Not only I do not get the values but it does not print the columns, only the ID I defined in the class. I thought that when I did the automap_base it would transfer automatically. When I do define them they do appear, like this:

class Calculations(Base):
    __tablename__ = "Calculations"
    id = Column("Trade ID", Integer, primary_key=True)
    Amount = Column("Amount", Integer)
    Yield = Column("Yield", Integer)

Output:

{'_sa_instance_state': <sqlalchemy.orm.state.InstanceState object at 0x000001BFD2092090>, 'Amount': 34303.0, 'Yield': 0.01141, 'id': 1.0}
{'_sa_instance_state': <sqlalchemy.orm.state.InstanceState object at 0x000001BFD2091010>, 'Amount': 10000.0, 'Yield': 0.01214, 'id': 2.0}
{'_sa_instance_state': <sqlalchemy.orm.state.InstanceState object at 0x000001BFD2090FB0>, 'Amount': 43515.0, 'Yield': 0.01206, 'id': 3.0}
... and so on

What I would like to ultimately do is something like this as suggested in SQLAlchemy ORM conversion to pandas DataFrame:

df = pd.read_sql_query(sql=session.query(Calculation).all(), con=connection.engine)

But I get the following error:

 raise exc.ObjectNotExecutableError(statement) from err
sqlalchemy.exc.ObjectNotExecutableError: Not an executable object: [<__main__.CALC_TFSB_INVESTMENTS object at 0x000001FF42966E50>, ... an so on

I have also tried:

df = pd.read_sql_query(sql=select(Calculations), con=connection.engine)
print(df.head())

How can I load the DataFrame? How can I automate the schema detection, I suppose using automap_base?
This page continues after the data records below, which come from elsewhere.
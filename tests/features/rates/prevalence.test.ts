import { describe, expect, it } from "vitest";
import { defaultFilters, groupings, type RatesFilters } from "~/features/rates/filters";
import {
  assemblePrevalence,
  type PrevalenceSums,
  peopleGroupingOf,
  prevalenceOf,
} from "~/features/rates/prevalence/prevalence";
import { prevalenceTables } from "~/features/rates/prevalence/prevalence-tables";
import {
  groupingNote,
  prevalenceNote,
  prevalenceSentence,
} from "~/features/rates/prevalence/prevalence-words";
import { textOf } from "~/features/rates/sentence";
import { isFigure } from "~/features/rates/tables";
import { expectInterval } from "../../statistics/agreement";

const filters: RatesFilters = { ...defaultFilters, by: "sex" };

/** A week of 20 athletes, two of them not fully available every day: one unavailable and hurt, one modified and ill. */
const sums = (given: Partial<PrevalenceSums> = {}): PrevalenceSums => ({
  slice: "all",
  key: "",
  week: null,
  days: 7,
  roster: 140,
  limited: 0.7,
  unavailable: 0.35,
  modified: 0.35,
  injury: 0.35,
  illness: 0.35,
  other: 0,
  affected: 6,
  ...given,
});

const group = (key: string, label: string) => ({ key, label, sex: null, band: null, teamId: null });
const groups = [group("female", "Girls"), group("male", "Boys"), group("not_stated", "Sex not stated")];
const sundayOf = (week: string) => ({ "2026-11-23": "2026-11-29", "2026-11-30": "2026-12-06" })[week] ?? "";
const assemble = (rows: readonly PrevalenceSums[], today = "2026-12-01") =>
  assemblePrevalence(rows, { groups, today, sundayOf });

describe("prevalence", () => {
  it("is the mean of the days' shares, its interval on the roster of an average day", () => {
    const whole = prevalenceOf(sums());
    expect(whole.roster).toBe(20);
    expect(whole.limited).toBeCloseTo(2, 12);
    // Wilson by hand for 2 of 20 and, for the halves, 1 of 20.
    expectInterval(whole.shares.limited, "10 (2.786648–30.103364)");
    expectInterval(whole.shares.unavailable, "5 (0.888145–23.613119)");
    expect(whole.shares.other).toMatchObject({ estimate: 0, lower: 0 });
    expect(whole.shares.other.upper).toBeGreaterThan(16);
  });

  it("does not grow surer with the days: 70 days say no more than 7", () => {
    const longer = sums({ days: 70, roster: 1400, limited: 7, unavailable: 3.5, modified: 3.5 });
    expect(prevalenceOf(longer).shares.limited.upper).toBeCloseTo(
      prevalenceOf(sums()).shares.limited.upper,
      9,
    );
  });

  it("is unstable with fewer than five different athletes", () => {
    expect(prevalenceOf(sums({ affected: 4 })).unstable).toBe(true);
    expect(prevalenceOf(sums({ affected: 5 })).unstable).toBe(false);
  });

  it("keeps the groups in their order and drops those without a day on a roster", () => {
    const { groups: found } = assemble([
      sums(),
      sums({ slice: "group", key: "male" }),
      sums({ slice: "group", key: "female" }),
    ]);
    expect(found.map((row) => row.group.label)).toEqual(["Girls", "Boys"]);
  });

  it("marks the week that is not finished, also on its Sunday", () => {
    const rows = [
      sums(),
      sums({ week: "2026-11-23" }),
      sums({ week: "2026-11-30", days: 2, roster: 40, limited: 0.2 }),
    ];
    expect(assemble(rows).weeks.map(({ finished }) => finished)).toEqual([true, false]);
    expect(assemble(rows, "2026-12-06").weeks.at(-1)?.finished).toBe(false);
    expect(assemble(rows, "2026-12-07").weeks.at(-1)?.finished).toBe(true);
    expect(prevalenceTables(assemble(rows), () => undefined).weeks.rows.at(-1)?.cells.name).toBe(
      "30 Nov 2026, not finished",
    );
  });

  it("is said in words, with the latest week beside the season", () => {
    const parts = assemble([sums(), sums({ week: "2026-11-30", days: 2, roster: 40, limited: 0.2 })]);
    expect(textOf(prevalenceSentence(parts, filters, "The club"))).toBe(
      "The club: on an average day of the season 2.0 of 20 athletes were not fully available, 10.0 % (2.8 to 30.1): about 1.0 unavailable and 1.0 modified. This week, from 30 Nov and not finished, it is 10.0 % (2.8 to 30.1); the two intervals overlap.",
    );
    const none = assemble([
      sums({ limited: 0, unavailable: 0, modified: 0, injury: 0, illness: 0, affected: 0 }),
    ]);
    expect(textOf(prevalenceSentence(none, filters, "The club"))).toContain(
      "0.0 of 20 athletes were not fully available, 0.0 % (0.0 to 16.1).",
    );
    expect(textOf(prevalenceSentence(assemble([]), filters, "The club"))).toContain("nobody on a roster");
  });

  it("says which of the filters change nothing", () => {
    const parts = assemble([sums()]);
    expect(textOf(prevalenceNote(parts, filters))).not.toContain("Nor does");
    expect(textOf(prevalenceNote(parts, { ...filters, area: "knee" }))).toContain(
      "Nor does the narrowing to a kind of injury",
    );
    expect(textOf(prevalenceNote(parts, { ...filters, sex: "female" }))).not.toContain("Nor does");
  });

  it("says plainly when a grouping is not of people", () => {
    expect(groupings.filter((by) => peopleGroupingOf(by) !== by)).toEqual([
      "kind",
      "season",
      "contact",
      "movement",
      "area",
      "area-side",
      "tissue",
    ]);
    expect(groupingNote({ ...filters, by: "kind" })).toContain("has no session kind");
    expect(groupingNote({ ...filters, by: "season" })).toContain("one season at a time");
    expect(groupingNote(filters)).toBeNull();
  });

  it("shows no figure without its limits in any table", () => {
    const rows = [sums(), sums({ week: "2026-11-30" }), sums({ slice: "group", key: "female", affected: 1 })];
    for (const table of Object.values(prevalenceTables(assemble(rows), () => "/x"))) {
      expect(table.rows.length, table.id).toBeGreaterThan(0);
      for (const { cells } of table.rows)
        for (const { id, kind } of table.columns) {
          const cell = cells[id];
          if (kind === "figure")
            expect(
              isFigure(cell) && [cell.estimate, cell.lower, cell.upper].every(Number.isFinite),
              `${table.id} ${id}`,
            ).toBe(true);
          else expect(cell, `${table.id} ${id}`).toBeDefined();
        }
    }
  });
});
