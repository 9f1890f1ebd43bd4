/* Limiting heights against published tables, and each rule of structure, sides and services. */
#include <check.h>
#include <math.h>
#include <setjmp.h>
#include <stdio.h>
#include <stdlib.h>
#include <string.h>

#include "base/units.h"
#include "checks/structure.h"
#include "wall/line.h"

static jmp_buf failed;
static arena *memory;
static diag_list diags;
static const catalog *shop;

static void setup(void) {
  memory = arena_create(0, &failed);
  ck_assert_ptr_nonnull(memory);
  if (setjmp(failed)) ck_abort_msg("memory ran out");
  diag_init(&diags, memory);
  shop = catalog_load(memory, &diags, TEST_ROOT "/catalogs");
  ck_assert_msg(shop != NULL, "the shipped catalogs load");
}

static void teardown(void) {
  arena_free(memory);
}

static wall parsed(const char *line) {
  wall w;
  ck_assert_msg(line_parse(memory, &diags, shop, line, &w), "%s reads", line);
  return w;
}

static brief plain_brief(void) {
  brief b;
  job_defaults(&b);
  b.shear_side = CATALOG_NONE;
  return b;
}

/* Load of the published tables: 5 psf. */
static brief table_brief(double deflection) {
  brief b = plain_brief();
  b.lateral_pa = 5 * UNITS_PA_PER_PSF;
  b.deflection = deflection;
  return b;
}

#define TABLE_IN 1.0 /* the tables print whole inches, rounded down */
#define M_PER_IN UNITS_M_PER_IN
#define IN4_M4   (UNITS_M_PER_IN * UNITS_M_PER_IN * UNITS_M_PER_IN * UNITS_M_PER_IN)

typedef struct ft_in {
  int ft, in;
} ft_in;

static void same_height(const char *name, double found_m, ft_in expected) {
  double inches = expected.ft * 12 + expected.in;
  ck_assert_msg(fabs(found_m / M_PER_IN - inches) <= TABLE_IN,
                "%s: %.2f in, the table has %d-%d (%.0f in)", name, found_m / M_PER_IN, expected.ft,
                expected.in, inches);
}

static const int table_spacings[3] = {305, 406, 610};
static const double table_deflections[3] = {120, 240, 360};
How can I improve my code, are there other things I can add, perhaps dunder fields to make things better?


Solution

  • The answer is

    df = pd.read_sql_query(sql=select(Calculations), con=connection.engine)
    print(df.head())
    

    This does the trick

    Corralien's answer is much more detailed.